Among one of many celebratory tweets, Goldacre said the news was: “Amazing. Fantastic. Historic.” 

He also revealed that he had met with GSK chief executive Sir Andrew Witty last Friday to discuss his concerns, saying: “It was clear that they’ve spent a lot of time thinking about these issues.”

“I couldn’t be any happier,” Goldacre said. “This is huge, and internationally huge. Thanking GSK for its decision, he added: “This is the beginning of the end for a dark era in medical history.”

He went on: “They have also made sensible noises about the practicalities, which shows that they have thought about the implications, and they also discuss prioritising which CSRs to work on first.

“Because they have discussed these technical details – while I will always wait for the proof in the pudding – I do not believe this is mere lip service,” Goldacre concluded.

This is a ringing endorsement of GSK and the company’s decision could yet be part of an unstoppable tide for pharma.

The European Medicines Agency is already working on exactly how it will release clinical trial data from next year. Reports from its working parties are expected in April.

However, European pharma trade body EFPIA has already said it is against what it calls ‘indiscriminate’ transparency.

But Goldacre tweeted that GSK’s decision was a “Wake up call for investors. GSK will share. So, what are the others afraid of? What are they hiding?”

He added that an unnamed ‘policy wonk’ had sent him a message saying: “Where is your God now ABPI,” a reference in part to the ABPI’s insistence that Bad Pharma’s examples of poor practice were historical.

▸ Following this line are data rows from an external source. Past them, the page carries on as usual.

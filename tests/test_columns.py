"""osculate._columns: a frame's columns by name, with the accessor's own errors.

The command line checks the columns it needs before the accessor runs: its messages must be the
accessor's, word for word.
"""

import doctest

import numpy as np
import osculate as osc
import pytest
from osculate import _columns
from osculate._columns import column_values

pd = pytest.importorskip("pandas")


def frame():
    t = np.linspace(0.0, 5.0, 11)
    return pd.DataFrame({"t": t, "x": np.cos(t), "y": np.sin(t), "car": "a"})


def accessor_error(df, **where):
    spec = {"time": "t", "position": ["x", "y"], **where}
    with pytest.raises(osc.InputError) as info:
        df.osc.kinematics(**spec)
    return str(info.value)


@pytest.mark.parametrize(
    "role, name, where",
    [
        ("time", "when", {"time": "when"}),
        ("position", "z", {"position": ["x", "z"]}),
        ("by", "vehicle", {"by": "vehicle"}),
    ],
)
def test_missing_column_message_is_the_accessors(role, name, where):
    df = frame()
    with pytest.raises(osc.InputError) as info:
        column_values(df, name, role)
    assert str(info.value) == accessor_error(df, **where)
    assert info.value.argument == name and info.value.row is None


def test_repeated_column_message_is_the_accessors():
    df = frame()
    df = pd.concat([df, df[["x"]]], axis=1)  # two columns named "x"
    with pytest.raises(osc.InputError) as info:
        column_values(df, "x", "position")
    assert str(info.value) == "position: column 'x' appears 2 times"
    assert str(info.value) == accessor_error(df)


def test_index_levels_and_long_column_lists():
    df = frame().set_index(["car", "t"])
    got = column_values(df, "t", "time")
    assert isinstance(got, pd.Series) and got.index.equals(df.index)
    np.testing.assert_array_equal(got.to_numpy(), df.index.get_level_values("t"))
    wide = pd.DataFrame({f"c{i}": [0.0] for i in range(25)})
    with pytest.raises(osc.InputError, match=r"'c19', \.\.\.\)$"):
        column_values(wide, "t", "time")


def test_docstring_examples():
    result = doctest.testmod(_columns, optionflags=doctest.ELLIPSIS)
    assert result.attempted > 0 and result.failed == 0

In a statement on GSK’s decision the ABPI insisted: “The decision to sign up to the Alltrials campaign is one for individual companies to make.”

It added: “The ABPI has long been an advocate of greater transparency in clinical trial data balanced with the need to ensure that disclosure policies protect patients’ personal data, companies’ intellectual property rights and confidential commercial information.”

ABPI also points out that Alltrials is “one of a number of initiatives addressing the transparency issue”, citing others including the EMA working groups, the House of Commons Science and Technology Committee Inquiry and changes to the ABPI Code.